**Directions**
From the first line of the records through the line containing "is at least", retype every line exactly and nothing else.

+++ Dataset

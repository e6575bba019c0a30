import type { Attachment, Footprint } from './cooler';

/** A base plate that spreads heat from a footprint on one face to a uniform film on the other. */
export interface BasePlate {
  /** Radius of the circle with the plate's area, m. */
  radius: number;
  /** m */
  thickness: number;
  /** W/(m K) */
  conductivity: number;
}

/** Radius of the circle that has the footprint's area, m. */
function equivalentRadius(footprint: Footprint): number {
  return 'radius' in footprint ? footprint.radius : footprint.side / Math.sqrt(Math.PI);
}

/**
 * Temperature under a footprint above the mean of its plate, per watt of uniform heat.
 *
 * eps = a/b, tau = t/b, Bi = h b/k, lambda = pi + 1/(sqrt(pi) eps),
 * phi = [tanh(lambda tau) + lambda/Bi] / [1 + (lambda/Bi) tanh(lambda tau)];
 * peak (1 - eps) phi / (pi k a), mean (1 - eps)^(3/2) phi / (2 sqrt(pi) k a). Against the exact series the peak is within 7 %
 * and the mean within 8 % while the film's Biot number h b/k is below about 0.3 and a plate is at least
 * three times as wide as its footprint; square plates by the circles of equal area.
 *
 * @param sourceRadius a, m; at or above the plate's radius there is nothing to spread
 * @param plate b, t, k
 * @param filmCoefficient h on the far face, W/(m2 K), above 0
 * @returns K/W, peak (middle of the footprint) and mean over it
 * @source Lee, Song, Au & Moran 1995, ASME/JSME Thermal Engineering Conf. 4, 199 (from memory)
 */
export function spreadingResistance(
  sourceRadius: number,
  plate: BasePlate,
  filmCoefficient: number,
): { peak: number; mean: number } {
  const ratio = sourceRadius / plate.radius;
  if (ratio >= 1) return { peak: 0, mean: 0 };
  const lambda = Math.PI + 1 / (Math.sqrt(Math.PI) * ratio);
  const shallow = Math.tanh((lambda * plate.thickness) / plate.radius);
  const stiffness = (lambda * plate.conductivity) / (filmCoefficient * plate.radius);
  // Divided through by lambda/Bi, so that a vanishing film is no trouble.
  const phi = (shallow / stiffness + 1) / (1 / stiffness + shallow);
  const scale = phi / (plate.conductivity * sourceRadius);
  return {
    peak: ((1 - ratio) * scale) / Math.PI,
    mean: ((1 - ratio) ** 1.5 * scale) / (2 * Math.sqrt(Math.PI)),
  };
}

/**
 * Everything between the mount base and the mean of the sink's plate: interface and spreading. The peak under
 * the footprint is taken, the cautious one.
 *
 * @param sinkResistance of the sink from its plate to the surroundings, K/W; fixes the film the plate sees
 * @returns K/W
 */
export function attachmentResistance(
  attachment: Attachment,
  plate: BasePlate | undefined,
  sinkResistance: number,
): number {
  const joint = attachment.interfaceResistance ?? 0;
  if (attachment.footprint === undefined || plate === undefined) return joint;
  const film = 1 / (sinkResistance * Math.PI * plate.radius * plate.radius);
  return joint + spreadingResistance(equivalentRadius(attachment.footprint), plate, film).peak;
}
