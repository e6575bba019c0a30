import { NumericalError, type Warning } from '../errors';
import { airProperties } from '../materials';
import { type Attachment, completeState, type Cooler, flow, HIGHEST_BASE, LOWEST_BASE } from './cooler';
import type { CoolerState, Surroundings } from './cooler';
import {
  optimumFinSpacing,
  parallelPlateNusselt,
  rayleighNumber,
  outerFaceNusselt,
} from './natural-convection';
import { finEfficiency, finGeometry, type FinGeometry, type PlateFinSink } from './plate-fins';
import { blackRadiationCoefficient, cavityEmissivity } from './radiation';
import { attachmentResistance } from './spreading';

/** Finned sink in still air. */
export interface PassiveSpec extends PlateFinSink, Attachment {
  emissivity: number;
  /** 'vertical': the fins stand upright, air rises along them. 'horizontal': base level, fins up. */
  orientation: 'vertical' | 'horizontal';
}

/** Convection of level fins as a share of upright ones (common practice, no source: 0.7 to 0.85). */
const HORIZONTAL_SHARE = 0.75;

/** Rises above ambient at which the heat is worked out once per surroundings, K. */
const SEED_RISES = [1, 4, 10, 20, 35, 60, 100, 200];

/** Areas fixed by the sink: what radiates and convects where. m2 and 1. */
interface PassiveSink {
  spec: PassiveSpec;
  geometry: FinGeometry;
  /** Outer faces that follow the fins' temperature: end fins, tips. */
  outerFinArea: number;
  /** Edges of the base plate. */
  edgeArea: number;
  /** Radiating area of the channels' openings times their apparent emissivity. */
  channelRadiation: number;
  convectionShare: number;
  /** Heats at SEED_RISES in the last surroundings asked for, W. */
  seeds: { ambient: number; airPressure: number; heats: number[] };
}

/** What a sink sheds with its plate at a given temperature. */
interface Shed {
  heat: number;
  radiation: number;
  efficiency: number;
  channelCoefficient: number;
  optimumSpacing: number;
  /** The film is outside the table of air, whose end was used. */
  outsideAir: boolean;
}

/**
 * A finned sink in still air: natural convection in the channels (Bar-Cohen & Rohsenow 1984) and on the outer
 * faces (Churchill & Chu 1975), radiation, fin efficiency. The face that carries the mount sheds nothing.
 *
 * @source README of this room
 */
export function passiveCooler(spec: PassiveSpec): Cooler {
  const sink = describeSink(spec);
  return {
    kind: 'passive',
    settle: (heat, surroundings) => settlePassive(sink, heat, surroundings),
    baseTemperature: (heat, surroundings) => {
      const rise = sinkRise(sink, heat, surroundings);
      return surroundings.ambient + rise + heat * jointResistance(sink, heat, rise);
    },
  };
}

function describeSink(spec: PassiveSpec): PassiveSink {
  const geometry = finGeometry(spec);
  const { height, finHeight, finCount, finThickness, width } = spec;
  const opening = geometry.channels * geometry.spacing * (height + 2 * finHeight);
  const wall = geometry.channelFinArea + geometry.channelBaseArea;
  return {
    spec,
    geometry,
    outerFinArea: 2 * finHeight * height + finCount * finThickness * height,
    edgeArea: 2 * (width + height) * geometry.baseThickness,
    // A channel wider than deep has more opening than wall; then nothing is gained by its depth.
    channelRadiation: opening * cavityEmissivity(spec.emissivity, Math.min(1, opening / wall)),
    convectionShare: spec.orientation === 'horizontal' ? HORIZONTAL_SHARE : 1,
    seeds: { ambient: Number.NaN, airPressure: Number.NaN, heats: [] },
  };
}

/** Heat shed with the plate `difference` above (or below) the ambient; same sign. */
function shed(sink: PassiveSink, difference: number, { ambient, airPressure }: Surroundings): Shed {
  const { spec, geometry } = sink;
  const temperature = ambient + difference;
  const film = 0.5 * (temperature + ambient);
  const air = airProperties(film, airPressure);
  const kinematicViscosity = air.dynamicViscosity / air.density;
  const diffusivity = air.thermalConductivity / (air.density * air.specificHeat);
  const properties = { kinematicViscosity, diffusivity, expansion: 1 / film };
  const spacing = geometry.spacing;
  const onHeight = rayleighNumber(properties, difference, spec.height);
  const onSpacing = onHeight * (spacing / spec.height) ** 4;
  const perLength = sink.convectionShare * air.thermalConductivity;
  const channelConvection = (perLength * parallelPlateNusselt(onSpacing)) / spacing;
  const outerConvection =
    (perLength * outerFaceNusselt(onHeight, kinematicViscosity / diffusivity)) / spec.height;
  const black = blackRadiationCoefficient(temperature, ambient);
  const wall = geometry.channelFinArea + geometry.channelBaseArea;
  const channelCoefficient = channelConvection + (black * sink.channelRadiation) / wall;
  const efficiency = finEfficiency(channelCoefficient, spec);
  const finned = (efficiency * geometry.channelFinArea + geometry.channelBaseArea) / wall;
  const outer = efficiency * sink.outerFinArea + sink.edgeArea;
  const convection = channelConvection * wall * finned + outerConvection * outer;
  const radiation = black * (sink.channelRadiation * finned + spec.emissivity * outer);
  return {
    heat: (convection + radiation) * difference,
    radiation: radiation * difference,
    efficiency,
    channelCoefficient,
    outsideAir: air.outside,
    optimumSpacing: onHeight > 0 ? optimumFinSpacing(spec.height, onHeight) : spacing,
  };
}

/**
 * Rise of the plate above the ambient at which the sink sheds `heat`: secant steps on logarithms, where the
 * law is almost a straight line. Beyond the believed range the answer is continued in proportion to the heat.
 */
function sinkRise(sink: PassiveSink, heat: number, surroundings: Surroundings): number {
  if (heat === 0) return 0;
  const { ambient } = surroundings;
  const sign = Math.sign(heat);
  const furthest = sign > 0 ? HIGHEST_BASE - ambient : ambient - LOWEST_BASE;
  const start = firstGuess(sink, Math.abs(heat), surroundings);
  let rise = Math.min(start.rise, furthest);
  let power = start.power;
  let lastRise = 0;
  let lastShare = 0;
  for (let step = 0; step < 40; step++) {
    const share = shed(sink, sign * rise, surroundings).heat / heat;
    if (share < 1 && rise === furthest) return (sign * rise) / share;
    if (lastShare > 0) {
      const measured = Math.log(share / lastShare) / Math.log(rise / lastRise);
      // Rounding spoils the slope of points that nearly coincide.
      if (measured > 0.8 && measured < 3) power = measured;
    }
    lastRise = rise;
    lastShare = share;
    rise = Math.min(rise * share ** (-1 / power), furthest);
    // What is left after a step this short is its square, far below a nanokelvin.
    if (Math.abs(share - 1) < 1e-7) return sign * rise;
  }
  throw new NumericalError('rise of the passive sink', lastShare - 1);
}

/**
 * Where to begin: the power law through the two nearest of a few rises at which the heat has been worked out.
 * They depend on the surroundings alone, so remembering them changes no answer.
 */
function firstGuess(
  sink: PassiveSink,
  heat: number,
  surroundings: Surroundings,
): { rise: number; power: number } {
  const { seeds } = sink;
  if (seeds.ambient !== surroundings.ambient || seeds.airPressure !== surroundings.airPressure) {
    seeds.ambient = surroundings.ambient;
    seeds.airPressure = surroundings.airPressure;
    SEED_RISES.forEach((rise, i) => (seeds.heats[i] = shed(sink, rise, surroundings).heat));
  }
  let i = 0;
  while (i < SEED_RISES.length - 2 && heat > seeds.heats[i + 1]!) i++;
  const span = Math.log(SEED_RISES[i + 1]! / SEED_RISES[i]!);
  const power = Math.log(seeds.heats[i + 1]! / seeds.heats[i]!) / span;
  return { rise: SEED_RISES[i]! * (heat / seeds.heats[i]!) ** (1 / power), power };
}

/** Interface and spreading above the plate's mean, K/W. */
function jointResistance(sink: PassiveSink, heat: number, rise: number): number {
  if (heat === 0) return 0;
  return attachmentResistance(sink.spec, sink.geometry.plate, rise / heat);
}

function settlePassive(sink: PassiveSink, heat: number, surroundings: Surroundings): CoolerState {
  const rise = sinkRise(sink, heat, surroundings);
  const temperature = surroundings.ambient + rise;
  const joint = jointResistance(sink, heat, rise);
  const baseTemperature = temperature + heat * joint;
  const parts = shed(sink, Math.min(rise, HIGHEST_BASE - surroundings.ambient), surroundings);
  const details: Record<string, number> = {
    sinkTemperature: temperature,
    finEfficiency: parts.efficiency,
    heatTransferCoefficient: parts.channelCoefficient,
    radiatedHeat: parts.radiation,
    finSpacing: sink.geometry.spacing,
    optimumFinSpacing: parts.optimumSpacing,
    attachmentResistance: joint,
  };
  if (heat !== 0) details.thermalResistance = (baseTemperature - surroundings.ambient) / heat;
  return completeState({
    heat,
    baseTemperature,
    electricalPower: 0,
    coldestTemperature: Math.min(baseTemperature, temperature),
    limits: [],
    details,
    flows: [flow('base', 'finned sink', heat), flow('finned sink', 'surroundings', heat)],
    warnings: passiveWarnings(parts, surroundings.ambient + 0.5 * rise),
  });
}

function passiveWarnings({ outsideAir }: Shed, film: number): Warning[] {
  if (!outsideAir) return [];
  const text = `The air film beside the finned sink, ${film.toFixed(0)} K, is outside the table of air: viscosity and conductivity were held at its end.`;
  return [{ where: 'cooling.passive', text }];
}
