import type { FluidProperties } from '../materials';
import { findRoot } from '../numerics/root';
import { ductFriction } from './channel-flow';
import type { FinGeometry, PlateFinSink } from './plate-fins';

/** A fan by the two ends of its curve, as data sheets give them at 1.2 kg/m3. */
export interface FanSpec {
  /** Flow against no pressure, m3/s. */
  freeFlow: number;
  /** Pressure at no flow, Pa. */
  shutOffPressure: number;
  /** Electrical, W; taken as constant along the curve. */
  power: number;
  /** Shape between the ends; 'linear' when left out, the cautious one: p0 (1 - V/V0). 'quadratic': p0 (1 - (V/V0)^2). */
  curve?: 'linear' | 'quadratic';
}

const RATED_DENSITY = 1.2;

/** Where the fan curve meets the sink. */
export interface OperatingPoint {
  /** m3/s */
  volumeFlow: number;
  /** Pa */
  pressureDrop: number;
  /** Between the fins, m/s. */
  velocity: number;
  /** On the hydraulic diameter of a channel. */
  reynolds: number;
}

/** Pressure of the fan at a flow, Pa; goes with air density (fan laws). */
export function fanPressure(fan: FanSpec, volumeFlow: number, density: number): number {
  const share = volumeFlow / fan.freeFlow;
  const shape = fan.curve === 'quadratic' ? 1 - share * share : 1 - share;
  return ((fan.shutOffPressure * density) / RATED_DENSITY) * shape;
}

/**
 * Pressure lost between the fins when all the air passes there.
 *
 * dp = (rho v^2 / 2) (f L/D_h + K_c + K_e),  K_c = 0.42 (1 - sigma^2),  K_e = (1 - sigma^2)^2,
 * sigma the open share of the front.
 *
 * @param velocity between the fins, m/s, above 0
 * @returns Pa
 * @source Culham & Muzychka 2001, IEEE Trans. CPT 24, 159 (from memory)
 */
function finPressureDrop(
  sink: PlateFinSink,
  geometry: FinGeometry,
  air: FluidProperties,
  velocity: number,
): number {
  const diameter = hydraulicDiameter(sink, geometry);
  const reynolds = (velocity * diameter * air.density) / air.dynamicViscosity;
  const { spacing } = geometry;
  const aspect = Math.min(spacing, sink.finHeight) / Math.max(spacing, sink.finHeight);
  const open = (geometry.channels * spacing) / sink.width;
  const blocked = 1 - open * open;
  const friction = (ductFriction(reynolds, sink.height / diameter, aspect) * sink.height) / diameter;
  return 0.5 * air.density * velocity * velocity * (friction + 0.42 * blocked + blocked * blocked);
}

/** 4 x open area / wetted edge of one channel closed all round, m. */
export function hydraulicDiameter(sink: PlateFinSink, geometry: FinGeometry): number {
  return (2 * geometry.spacing * sink.finHeight) / (geometry.spacing + sink.finHeight);
}

/** Flow at which the fan's pressure equals the loss between the fins. */
export function operatingPoint(
  fan: FanSpec,
  sink: PlateFinSink,
  geometry: FinGeometry,
  air: FluidProperties,
): OperatingPoint {
  const openArea = geometry.channels * geometry.spacing * sink.finHeight;
  const drop = (flow: number) => (flow > 0 ? finPressureDrop(sink, geometry, air, flow / openArea) : 0);
  const excess = (flow: number) => fanPressure(fan, flow, air.density) - drop(flow);
  const volumeFlow = findRoot(excess, 0, fan.freeFlow);
  const velocity = volumeFlow / openArea;
  return {
    volumeFlow,
    pressureDrop: drop(volumeFlow),
    velocity,
    reynolds: (velocity * hydraulicDiameter(sink, geometry) * air.density) / air.dynamicViscosity,
  };
}
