import { afterEach, beforeEach, describe, expect, test, vi } from 'vitest';
import { AskPolicy } from '../../web/state/ask-policy';
import { beginHistory, record, redone, undone } from '../../web/state/history';
import { niceTicks, pumpAxis } from '../../web/state/pump-axis';
import { profileText, readProfile } from '../../web/state/profile-text';
import { steppedText } from '../../web/state/step-text';

describe('stepping the number of a quantity', () => {
  test.each([
    ['12 W', 1, '13 W'],
    ['12 W', -10, '2 W'],
    ['260 um', 1, '270 um'],
    ['0.28 nm/K', 1, '0.29 nm/K'],
    ['4.5 cm^-1', 1, '4.6 cm^-1'],
    ['22 degC', 1, '23 degC'],
    ['0.9 W/(cm^2 K)', -1, '0.89 W/(cm^2 K)'],
    ['-5 degC', 1, '-4 degC'],
    ['9.9 mm', 1, '10 mm'],
  ])('%s moved by %i is %s', (text, steps, expected) => {
    expect(steppedText(text, steps)).toBe(expected);
  });

  test('a count moves by one', () => expect(steppedText('127', 1, true)).toBe('128'));
  test('a word has no next one', () => expect(steppedText('flat', 1)).toBeNull());
});

describe('history', () => {
  test('steps of one gesture are undone together, others one by one', () => {
    let history = beginHistory('a');
    history = record(history, 'b', 'Pump power', 'power', 100);
    history = record(history, 'c', 'Pump power', 'power', 300);
    history = record(history, 'd', 'Length', 'length', 400);
    expect(undone(history).present.state).toBe('c');
    expect(undone(undone(history)).present.state).toBe('a');
    expect(redone(undone(history)).present.state).toBe('d');
  });

  test('the same field changed again after a rest is a step of its own', () => {
    let history = record(beginHistory('a'), 'b', 'Pump power', 'power', 0);
    history = record(history, 'c', 'Pump power', 'power', 5000);
    expect(undone(history).present.state).toBe('b');
  });

  test('at either end there is nothing to undo or redo', () => {
    expect(undone(beginHistory('a')).present.state).toBe('a');
    expect(redone(beginHistory('a')).present.state).toBe('a');
  });
});

describe('when the solver is asked', () => {
  beforeEach(() => void vi.useFakeTimers({ toFake: ['setTimeout', 'clearTimeout', 'performance'] }));
  afterEach(() => void vi.useRealTimers());

  test('typing is answered once it rests', () => {
    const ask = vi.fn();
    const policy = new AskPolicy(ask);
    for (let letter = 0; letter < 5; letter += 1) {
      policy.changed();
      vi.advanceTimersByTime(20);
    }
    expect(ask).not.toHaveBeenCalled();
    vi.advanceTimersByTime(60);
    expect(ask).toHaveBeenCalledTimes(1);
  });

  test('a drag asks one question at a time and the last position is always answered', () => {
    const ask = vi.fn();
    const policy = new AskPolicy(ask);
    policy.changedByDrag();
    policy.changedByDrag();
    policy.changedByDrag();
    expect(ask).toHaveBeenCalledTimes(1);
    policy.answered();
    expect(ask).toHaveBeenCalledTimes(2);
    policy.answered();
    expect(ask).toHaveBeenCalledTimes(2);
  });

  test('an answer that takes too long does not hold a newer design up', () => {
    const ask = vi.fn();
    const policy = new AskPolicy(ask);
    policy.send();
    policy.changed();
    vi.advanceTimersByTime(60);
    expect(ask).toHaveBeenCalledTimes(1);
    vi.advanceTimersByTime(2000);
    expect(ask).toHaveBeenCalledTimes(2);
  });
});

describe('the pump axis', () => {
  test('ticks are round and cover the span', () => {
    expect(niceTicks(0, 30, 8)).toEqual([0, 5, 10, 15, 20, 25, 30]);
    expect(niceTicks(0, 0, 8)).toEqual([]);
  });

  test('no place lies outside the drawing', () => {
    const axis = pumpAxis(20);
    expect([axis.at(-5), axis.at(10), axis.at(50)]).toEqual([0, 50, 100]);
  });
});

describe('a measured profile typed or pasted', () => {
  test.each([
    [
      '0 um, 1\n50 um, 0.9',
      [
        ['0 um', 1],
        ['50 um', 0.9],
      ],
    ],
    [
      '0;1\n0.05 mm;9e-1\n\n',
      [
        ['0 um', 1],
        ['0.05 mm', 0.9],
      ],
    ],
    [
      '0\t1\n50\t0.9',
      [
        ['0 um', 1],
        ['50 um', 0.9],
      ],
    ],
    [
      '0 1\n50 um 0.9',
      [
        ['0 um', 1],
        ['50 um', 0.9],
      ],
    ],
  ])('%j is read as pairs', (text, pairs) => expect(readProfile(text)).toEqual(pairs));

  test('what is no number is left for the check to name, and nothing at all is no table', () => {
    expect(readProfile('0 um, bright')).toEqual([['0 um', 'bright']]);
    expect(readProfile('50 um')).toEqual([['50 um', 'um']]);
    expect(readProfile(' \n')).toBeUndefined();
  });

  test('is shown as it is read', () => {
    const points: [string, number][] = [
      ['0 um', 1],
      ['0.3 mm', 0],
    ];
    expect(readProfile(profileText(points))).toEqual(points);
  });
});
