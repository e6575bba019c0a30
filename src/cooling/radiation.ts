/** Stefan-Boltzmann constant, W/(m2 K4) (CODATA 2018). */
const STEFAN_BOLTZMANN = 5.670374419e-8;

/**
 * Heat per area and per kelvin that a black surface radiates into a large room: sigma (T^2 + Ta^2)(T + Ta).
 *
 * Multiply by emissivity, area and (T - Ta) for the exact difference of fourth powers.
 *
 * @param temperature of the surface, K
 * @param ambient of the room's walls, K
 * @returns W/(m2 K)
 */
export function blackRadiationCoefficient(temperature: number, ambient: number): number {
  return STEFAN_BOLTZMANN * (temperature * temperature + ambient * ambient) * (temperature + ambient);
}

/**
 * Apparent emissivity of the opening of a grey cavity of one temperature: deep channels look blacker than
 * their walls.
 *
 * eps_a = 1 / [1 + (A_opening / A_wall)(1/eps - 1)]: two-surface enclosure, the openings black at room
 * temperature. Left out: the little that the openings see of one another.
 *
 * @param emissivity of the walls, above 0 to 1; 0 gives 0
 * @param openingShare A_opening / A_wall, 0 to 1
 * @source Incropera, Fundamentals of Heat and Mass Transfer, section 13.3 (from memory)
 */
export function cavityEmissivity(emissivity: number, openingShare: number): number {
  return emissivity / (emissivity + openingShare * (1 - emissivity));
}
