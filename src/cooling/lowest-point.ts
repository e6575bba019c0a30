const GOLDEN = 0.5 * (3 - Math.sqrt(5));

/** A place and the value there. */
export interface Point {
  x: number;
  value: number;
}

/**
 * The lowest point of a function with one valley between a and b: parabolic steps with golden sections as
 * fallback. A valley that runs down to b is seen at once.
 *
 * @param f continuous on [a, b]; +Infinity from some place on where there is no answer any more
 * @param tolerance width of x at which to stop
 * @source Brent 1973, Algorithms for Minimization without Derivatives, chapter 5 (from memory)
 */
export function lowestPoint(f: (x: number) => number, a: number, b: number, tolerance: number): Point {
  const end = { x: b, value: f(b) };
  if (end.value < f(b - tolerance)) return end;
  let low = a;
  let high = b;
  let best = point(f, a + GOLDEN * (b - a));
  while (best.value === Infinity && high - low > tolerance) {
    high = best.x;
    best = point(f, low + GOLDEN * (high - low));
  }
  let second = best;
  let third = best;
  let step = 0;
  let stepBefore = 0;
  while (high - low > 2 * tolerance && Math.max(best.x - low, high - best.x) > 2 * tolerance) {
    const trial = parabolicStep(best, second, third);
    const x = best.x + trial;
    if (Math.abs(trial) < 0.5 * Math.abs(stepBefore) && x > low && x < high) {
      stepBefore = step;
      step = trial;
    } else {
      stepBefore = best.x < 0.5 * (low + high) ? high - best.x : low - best.x;
      step = GOLDEN * stepBefore;
    }
    // Steps below the tolerance would compare rounding noise; outwards steps stay inside the bracket.
    if (Math.abs(step) < tolerance) step = best.x - low > high - best.x ? -tolerance : tolerance;
    const next = point(f, best.x + step);
    if (next.value <= best.value) {
      if (next.x < best.x) high = best.x;
      else low = best.x;
      third = second;
      second = best;
      best = next;
    } else {
      if (next.x < best.x) low = next.x;
      else high = next.x;
      if (next.value <= second.value || second === best) {
        third = second;
        second = next;
      } else if (next.value <= third.value || third === best || third === second) {
        third = next;
      }
    }
  }
  return best;
}

function point(f: (x: number) => number, x: number): Point {
  return { x, value: f(x) };
}

/** Step from the first point to the vertex of the parabola through three; NaN when there is none. */
function parabolicStep(first: Point, second: Point, third: Point): number {
  const r = (first.x - second.x) * (first.value - third.value);
  const q = (first.x - third.x) * (first.value - second.value);
  const p = (first.x - third.x) * q - (first.x - second.x) * r;
  return -p / (2 * (q - r));
}
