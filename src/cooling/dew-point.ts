/** Temperature of freezing water, K. */
const FREEZING = 273.15;
/** Saturation pressure a exp(b t / (t + c)), t in degC, over water and over ice: Alduchov & Eskridge 1996. */
const OVER_WATER = { a: 610.94, b: 17.625, c: 243.04 };
const OVER_ICE = { a: 611.21, b: 22.587, c: 273.86 };

/**
 * Saturation pressure of water vapour: over water from 0 degC up, over ice below.
 *
 * p = a exp(b t / (t + c)), t in degC.
 *
 * @param temperature K, 233 to 333
 * @returns Pa
 * @source Alduchov & Eskridge 1996, J. Appl. Meteorol. 35, 601, equations 21 and 23
 */
export function saturationPressure(temperature: number): number {
  const t = temperature - FREEZING;
  const { a, b, c } = t < 0 ? OVER_ICE : OVER_WATER;
  return a * Math.exp((b * t) / (t + c));
}

/**
 * The temperature at which room air begins to wet a surface; below 0 degC the frost point.
 *
 * Inverse of the saturation pressure at RH p_sat(T). The result is never above the air temperature.
 *
 * @param temperature of the air, K, 233 to 333
 * @param relativeHumidity 0 to 1; 0 gives the lowest value the formula has, about 30 K
 * @returns K
 * @source Alduchov & Eskridge 1996, J. Appl. Meteorol. 35, 601
 */
export function dewPoint(temperature: number, relativeHumidity: number): number {
  const pressure = Math.max(relativeHumidity, 0) * saturationPressure(temperature);
  const { a, b, c } = pressure < OVER_WATER.a ? OVER_ICE : OVER_WATER;
  // log(p/a) = b t / (t + c); no vapour at all sends t to -c.
  if (pressure === 0) return Math.min(temperature, FREEZING - OVER_WATER.c);
  const exponent = Math.log(pressure) - Math.log(a);
  return Math.min(temperature, Math.max((c * exponent) / (b - exponent), -OVER_WATER.c) + FREEZING);
}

++++++

**Solution for this problem**
repository e6575bba019c0a30
import type { Attachment, Footprint } from './cooler';

/** A base plate that spreads heat from a footprint on one face to a uniform film on the other. */
export interface BasePlate {
  /** Radius of the circle with the plate's area, m. */
  radius: number;
  /** m */
  thickness: number;
  /** W/(m K) */
  conductivity: number;
}

/** Radius of the circle that has the footprint's area, m. */
function equivalentRadius(footprint: Footprint): number {
  return 'radius' in footprint ? footprint.radius : footprint.side / Math.sqrt(Math.PI);
}

/**
 * Temperature under a footprint above the mean of its plate, per watt of uniform heat.
 *
 * eps = a/b, tau = t/b, Bi = h b/k, lambda = pi + 1/(sqrt(pi) eps),
 * phi = [tanh(lambda tau) + lambda/Bi] / [1 + (lambda/Bi) tanh(lambda tau)];
 * peak (1 - eps) phi / (pi k a), mean (1 - eps)^(3/2) phi / (2 sqrt(pi) k a). Against the exact series the peak is within 7 %
 * and the mean within 8 % while the film's Biot number h b/k is below about 0.3 and a plate is at least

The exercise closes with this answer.